If the Picard ruling is to stand, and indeed it will for now because the Supreme Court denied certiorari, [6] something should be done to give it more legitimacy. One way that the Picard ruling could be more tailored, and therefore made more acceptable to foreign courts, would be by limiting the number of subsequent transfers that are deemed to still represent domestic application of the law. Just as comity is used for the enforcement of laws from foreign jurisdictions, “American courts also use international comity to restrain the reach of domestic law.”[7] Such an invocation of comity could serve to make the doctrine set forth in Picard more reasonable. Indeed, a second or third subsequent transfer is so far removed from the initial domestic transfer as to make any relation to the United States tenuous. Such a change would not accomplish much insofar as the Picard decision is concerned, as the subsequent transfer at issue is only one transfer away from the initial transfer, but a limitation like this would give legitimacy to a perplexing ruling from the Second Circuit. This could allow the perhaps tenuous statutory interpretation of the Picard decision to be more tolerable to foreign courts, create a doctrine more likely to be enforced internationally, and less likely to be viewed as improper overreach of United States courts. For now, however, Picard seems to extend United States bankruptcy courts’ jurisdiction indefinitely through to any subsequent transfer, no matter how far from the original transfer it is.

[1] In re Irving H. Picard Tr. for Liquidation of Bernard L. Madoff Investment Securities LLC, 917 F.3d 85 (2d Cir. 2019).

[2] See Barry Z. Bazian, Parsin Picard: Assessing the Extraterritorial Reach of the Bankruptcy Code’s Avoidance and Recovery Provisions, 29 J. Bankr. L. & Prac. 1, 10–11 (2020) (citing Loginovskaya v. Batratchenko, 764 F.3d 266, 272 (2d Cir. 2014).

[3] Morrison v. Nat’l Australia Bank Ltd., 561 U.S. 247 (2010); see also William S. Dodge, The New Presumption Against Extraterritoriality, 133 Harv. L. Rev. 1582, 1604–05 (2020).

[4] See UNCITRAL Model Law on Cross-Border Insolvency with Guide to Enactment, Art. 22.3., U.N. Sales No. E.14.V.2 (2014) (indicating in the notes to Article 22 of the Model Law that “[p]rotection of all interested persons is linked to provisions in national laws on notification requirements . . . general publicity requirements” or local court rules); see also Michael A. Garza, When is Cross-Border Insolvency Recognition Manifestly Contrary to Public Policy?, 38 Fordham Int’l L.J. 1587, 1596–1597 (2015); Didi Hu, Cross-Border Insolvency Regime in China: Finding the Most Pragmatic Interim Solution for Globalized Companies under Localized Practices, 92 Am. Bankr. L.J. 523, 538 (2018).

[5] See Garza, supra note 4, at 1606.

[6] HSBC Holdings PLC, et al., v.
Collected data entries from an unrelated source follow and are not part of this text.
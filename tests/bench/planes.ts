/** The plane of a plan: 120 energies × 120 distances for each shape, beside the same loops in C and NumPy; whole rankings. */
import {
  bandSums,
  beamsOf,
  compositionOfFormula,
  computePlane,
  frequencyBand,
  geometryAt,
  type Grid,
  parseFormula,
  planEdges,
  type PlanTask,
  rankPlan,
  type ScatteringTables,
  type Shape,
  steps,
  withDensity,
  withEdgeEnergies,
} from "#src/lib/physics/index.ts";
import { runLoops } from "./plane-loops.ts";

type Say = (what: string, figure: string, aim?: string) => void;

const matter = (formula: string, densityKgPerM3: number) => ({
  material: withDensity(compositionOfFormula(parseFormula(formula)), densityKgPerM3),
  densityUncertainty: 0.01,
});
const SIZE = { sizeM: 20e-6, widthM: 20e-6, lengthM: 100e-6 };
const SHAPES: Readonly<Record<Shape["kind"], Shape>> = {
  sphere: { kind: "sphere", sizeM: SIZE.sizeM },
  fibre: { kind: "fibre", sizeM: SIZE.sizeM, lengthM: SIZE.lengthM },
  layer: { kind: "layer", ...SIZE },
};
const GEOMETRY = { sourceDistanceM: 30, sourceFwhmM: 50e-6, detectorFwhmM: 2e-6, pixelM: 1e-6 };

function planOf(shape: Shape, more: Partial<PlanTask> = {}): PlanTask {
  return {
    sample: { feature: matter("C5H8O2", 1190), shape, host: matter("H2O", 1000), hostThicknessM: 5e-3, layers: [] },
    setup: { ...GEOMETRY, efficiency: null, bandwidth: 0, fluxPerSM2: null },
    use: "direct",
    threshold: 5,
    minimumCounts: 100,
    nearFieldLimit: 0.8,
    projections: null,
    objective: "dose",
    limits: { doseGy: null, timeS: null, transmission: null },
    tabulation: "epdl97",
    ...more,
  };
}

const grid = (energies: number, distances: number): Grid => ({
  energiesEv: steps(8000, 60_000, energies, "log"),
  distancesM: steps(0.003, 3, distances, "log"),
  edges: [],
});

function median(times: number, work: () => unknown): number {
  const took = Array.from({ length: times }, () => {
    const begun = performance.now();
    work();
    return performance.now() - begun;
  });
  return took.sort((a, b) => a - b)[Math.floor(times / 2)]!;
}

const ms = (value: number): string => `${value.toFixed(value < 10 ? 2 : 1)} ms`;

export async function planes(tables: ScatteringTables, say: Say): Promise<void> {
  const square = grid(120, 120);
  const beams = beamsOf(planOf(SHAPES.sphere), square.energiesEv, tables, "epdl97").map((beam) => beam!);
  const loops = await runLoops({
    ...SIZE,
    geometry: GEOMETRY,
    wavelengthsM: beams.map(({ wavelengthM }) => wavelengthM),
    deltaDelta: beams.map(({ deltaDelta }) => deltaDelta),
    deltaBeta: beams.map(({ deltaBeta }) => deltaBeta),
    distancesM: square.distancesM,
    intervals: 400,
  });
  for (const [name, shape] of Object.entries(SHAPES) as [Shape["kind"], Shape][]) {
    // The signals alone, as the loops compute them; then the plane with doses and what forbids each point.
    const signals = (): Float64Array => {
      const values = new Float64Array(120 * 120);
      const sums = { first: 0, second: 0 };
      for (const [j, distanceM] of square.distancesM.entries()) {
        const geometry = geometryAt(GEOMETRY, distanceM);
        const band = frequencyBand("signal", shape, geometry)!;
        for (const [i, beam] of beams.entries())
          values[i * 120 + j] = bandSums(band, beam, geometry.effectiveDistanceM, 0, sums).first;
      }
      return values;
    };
    const own = median(9, signals);
    say(`Signals of 120 × 120 points, ${name}`, ms(own), "40 ms");
    for (const [language, result] of Object.entries(loops)) {
      if (!result) {
        say(`  the same loops in ${language}`, "not installed");
        continue;
      }
      const took = result.milliseconds[name];
      const values = result.values?.[name];
      const apart = values ? Math.max(...signals().map((value, place) => Math.abs(value / values[place]! - 1))) : null;
      say(
        `  the same loops in ${language === "c" ? "C, gcc -O3" : "NumPy"}`,
        ms(took),
        `half of it (${(took / own).toFixed(1)} × as long${apart === null ? "" : `, values within ${(apart * 100).toFixed(3)} %`})`,
      );
    }
    const plan = planOf(shape);
    say(`  the plane with doses and reasons`, ms(median(5, () => computePlane(plan, square, tables))));
    for (const use of ["retrieval", "tomography"] as const)
      say(`  the same for ${use}`, ms(median(5, () => computePlane(planOf(shape, { use }), square, tables))));
  }
  say(
    "Ranking of 120 × 120 points, all three tables, shortlist",
    ms(median(3, () => rankPlan(planOf(SHAPES.fibre), square, tables))),
  );
  const wide = planOf(SHAPES.layer, { use: "tomography" });
  const worst = { ...wide, setup: { ...wide.setup, bandwidth: 0.6 } };
  const rectangle = grid(200, 100);
  const edges = planEdges(worst, tables, [8000, 60_000]);
  const full: Grid = { ...rectangle, energiesEv: withEdgeEnergies(rectangle.energiesEv, edges, 0.6), edges };
  say(
    "Worst legal ranking: 20,000 points, layer in tomography, 60 % bandwidth",
    ms(median(1, () => rankPlan(worst, full, tables))),
    "2 s, in a worker",
  );
}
Irving H. Picard, et al., 140 S.Ct. 2824 (2020) (June 1, 2020 order denying certiorari); see also HSBC Holdings PLC v. Picard, 140 S.Ct. 643 (2019) (requesting the Solicitor General file a brief in the case expressing the opinion of the United States on Picard).

[7] William S. Dodge, International Comity in American Law, 115 Colum. L. Rev. 2071, 2073 (2015), citing F. Hoffman-La Roche Ltd. V. Empagran S.A., 542 U.S. 155, 169 (2004) (holding that principles of comity can be understood by U.S. courts to limit the reach of U.S. law).